Among the entries that follow, the required portion opens with the line containing "if high-low >" and closes with the line containing "in the family.". Give that portion again exactly, and nothing else.

Saved entries
* * * * * * *
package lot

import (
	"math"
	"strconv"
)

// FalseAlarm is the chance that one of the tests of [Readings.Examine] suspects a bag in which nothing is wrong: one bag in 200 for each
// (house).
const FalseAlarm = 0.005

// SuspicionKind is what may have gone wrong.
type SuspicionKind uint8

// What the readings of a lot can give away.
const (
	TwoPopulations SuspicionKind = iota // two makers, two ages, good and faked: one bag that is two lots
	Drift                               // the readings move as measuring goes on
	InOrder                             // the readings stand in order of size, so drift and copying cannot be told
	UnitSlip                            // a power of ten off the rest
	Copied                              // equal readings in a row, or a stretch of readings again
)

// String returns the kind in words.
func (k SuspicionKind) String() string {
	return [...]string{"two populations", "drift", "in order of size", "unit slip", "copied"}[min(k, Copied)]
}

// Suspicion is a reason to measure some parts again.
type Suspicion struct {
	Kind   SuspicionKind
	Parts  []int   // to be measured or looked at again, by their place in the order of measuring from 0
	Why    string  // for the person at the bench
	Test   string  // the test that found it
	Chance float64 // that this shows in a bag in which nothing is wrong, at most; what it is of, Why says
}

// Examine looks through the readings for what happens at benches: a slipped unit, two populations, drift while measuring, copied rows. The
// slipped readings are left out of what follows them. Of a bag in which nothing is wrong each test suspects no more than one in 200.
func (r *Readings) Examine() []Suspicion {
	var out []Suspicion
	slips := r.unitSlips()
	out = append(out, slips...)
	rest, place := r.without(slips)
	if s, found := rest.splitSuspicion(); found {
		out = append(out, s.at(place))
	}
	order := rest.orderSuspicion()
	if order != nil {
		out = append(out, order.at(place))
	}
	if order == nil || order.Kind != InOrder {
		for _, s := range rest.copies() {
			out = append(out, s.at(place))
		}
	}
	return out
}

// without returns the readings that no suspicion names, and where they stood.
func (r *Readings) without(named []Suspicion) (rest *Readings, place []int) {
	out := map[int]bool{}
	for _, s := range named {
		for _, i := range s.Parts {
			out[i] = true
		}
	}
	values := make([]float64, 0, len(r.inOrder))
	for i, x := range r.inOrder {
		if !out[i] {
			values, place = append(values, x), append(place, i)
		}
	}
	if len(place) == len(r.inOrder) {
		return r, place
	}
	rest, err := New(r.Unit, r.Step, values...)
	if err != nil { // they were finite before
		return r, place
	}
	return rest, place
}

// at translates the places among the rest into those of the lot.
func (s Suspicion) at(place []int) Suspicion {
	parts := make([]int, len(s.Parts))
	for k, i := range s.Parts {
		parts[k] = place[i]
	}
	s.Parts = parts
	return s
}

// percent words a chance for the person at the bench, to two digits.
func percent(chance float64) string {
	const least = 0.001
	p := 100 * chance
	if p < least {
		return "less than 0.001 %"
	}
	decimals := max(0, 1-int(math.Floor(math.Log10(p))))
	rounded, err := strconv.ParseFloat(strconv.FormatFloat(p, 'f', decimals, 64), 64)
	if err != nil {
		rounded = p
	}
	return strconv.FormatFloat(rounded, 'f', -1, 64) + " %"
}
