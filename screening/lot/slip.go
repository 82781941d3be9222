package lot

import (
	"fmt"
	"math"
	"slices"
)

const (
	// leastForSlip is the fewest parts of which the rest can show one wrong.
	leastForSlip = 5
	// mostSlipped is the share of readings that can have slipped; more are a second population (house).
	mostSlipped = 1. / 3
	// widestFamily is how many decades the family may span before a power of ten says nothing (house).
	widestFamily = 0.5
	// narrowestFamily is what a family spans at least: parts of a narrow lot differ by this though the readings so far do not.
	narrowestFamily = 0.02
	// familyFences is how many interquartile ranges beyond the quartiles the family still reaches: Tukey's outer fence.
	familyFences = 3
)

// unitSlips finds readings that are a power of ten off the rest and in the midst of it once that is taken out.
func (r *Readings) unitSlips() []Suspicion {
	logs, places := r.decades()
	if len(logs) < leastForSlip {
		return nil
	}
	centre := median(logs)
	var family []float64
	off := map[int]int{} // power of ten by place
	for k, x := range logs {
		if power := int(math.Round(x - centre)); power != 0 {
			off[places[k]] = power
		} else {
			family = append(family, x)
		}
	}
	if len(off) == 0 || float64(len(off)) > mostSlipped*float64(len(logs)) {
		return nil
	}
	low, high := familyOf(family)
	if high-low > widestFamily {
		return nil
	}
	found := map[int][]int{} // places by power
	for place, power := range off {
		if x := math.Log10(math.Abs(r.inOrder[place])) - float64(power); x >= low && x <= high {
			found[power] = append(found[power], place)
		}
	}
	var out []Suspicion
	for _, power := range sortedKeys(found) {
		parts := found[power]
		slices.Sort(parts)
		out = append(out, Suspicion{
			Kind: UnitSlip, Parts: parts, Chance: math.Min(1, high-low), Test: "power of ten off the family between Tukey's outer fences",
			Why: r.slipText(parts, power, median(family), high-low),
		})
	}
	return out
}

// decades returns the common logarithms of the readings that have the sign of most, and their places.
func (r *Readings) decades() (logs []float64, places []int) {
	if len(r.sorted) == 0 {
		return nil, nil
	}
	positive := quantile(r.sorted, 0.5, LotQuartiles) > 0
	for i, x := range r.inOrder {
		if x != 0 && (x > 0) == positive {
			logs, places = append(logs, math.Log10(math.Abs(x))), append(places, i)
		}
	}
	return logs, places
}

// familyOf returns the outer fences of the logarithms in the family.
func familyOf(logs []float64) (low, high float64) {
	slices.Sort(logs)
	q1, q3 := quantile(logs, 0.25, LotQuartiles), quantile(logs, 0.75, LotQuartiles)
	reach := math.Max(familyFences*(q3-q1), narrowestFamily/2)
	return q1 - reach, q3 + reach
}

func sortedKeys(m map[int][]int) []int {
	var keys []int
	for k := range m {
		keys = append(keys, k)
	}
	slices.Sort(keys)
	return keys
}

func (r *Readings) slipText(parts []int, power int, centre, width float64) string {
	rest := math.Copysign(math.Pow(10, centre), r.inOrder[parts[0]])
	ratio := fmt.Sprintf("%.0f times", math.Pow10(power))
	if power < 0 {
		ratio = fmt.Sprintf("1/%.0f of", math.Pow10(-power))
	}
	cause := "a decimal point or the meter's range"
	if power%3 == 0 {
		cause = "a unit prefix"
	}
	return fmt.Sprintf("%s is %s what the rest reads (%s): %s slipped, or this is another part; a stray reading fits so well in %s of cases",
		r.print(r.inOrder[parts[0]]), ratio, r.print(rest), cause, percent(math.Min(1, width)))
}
* * * * * * *
* _Result_
	if high-low > widestFamily {
		return nil
	}
	found := map[int][]int{} // places by power
	for place, power := range off {
		if x := math.Log10(math.Abs(r.inOrder[place])) - float64(power); x >= low && x <= high {
			found[power] = append(found[power], place)
		}
	}
	var out []Suspicion
	for _, power := range sortedKeys(found) {
		parts := found[power]
		slices.Sort(parts)
		out = append(out, Suspicion{
			Kind: UnitSlip, Parts: parts, Chance: math.Min(1, high-low), Test: "power of ten off the family between Tukey's outer fences",
			Why: r.slipText(parts, power, median(family), high-low),
		})
	}
	return out
}

// decades returns the common logarithms of the readings that have the sign of most, and their places.
func (r *Readings) decades() (logs []float64, places []int) {
	if len(r.sorted) == 0 {
		return nil, nil
	}
	positive := quantile(r.sorted, 0.5, LotQuartiles) > 0
	for i, x := range r.inOrder {
		if x != 0 && (x > 0) == positive {
			logs, places = append(logs, math.Log10(math.Abs(x))), append(places, i)
		}
	}
	return logs, places
}

// familyOf returns the outer fences of the logarithms in the family.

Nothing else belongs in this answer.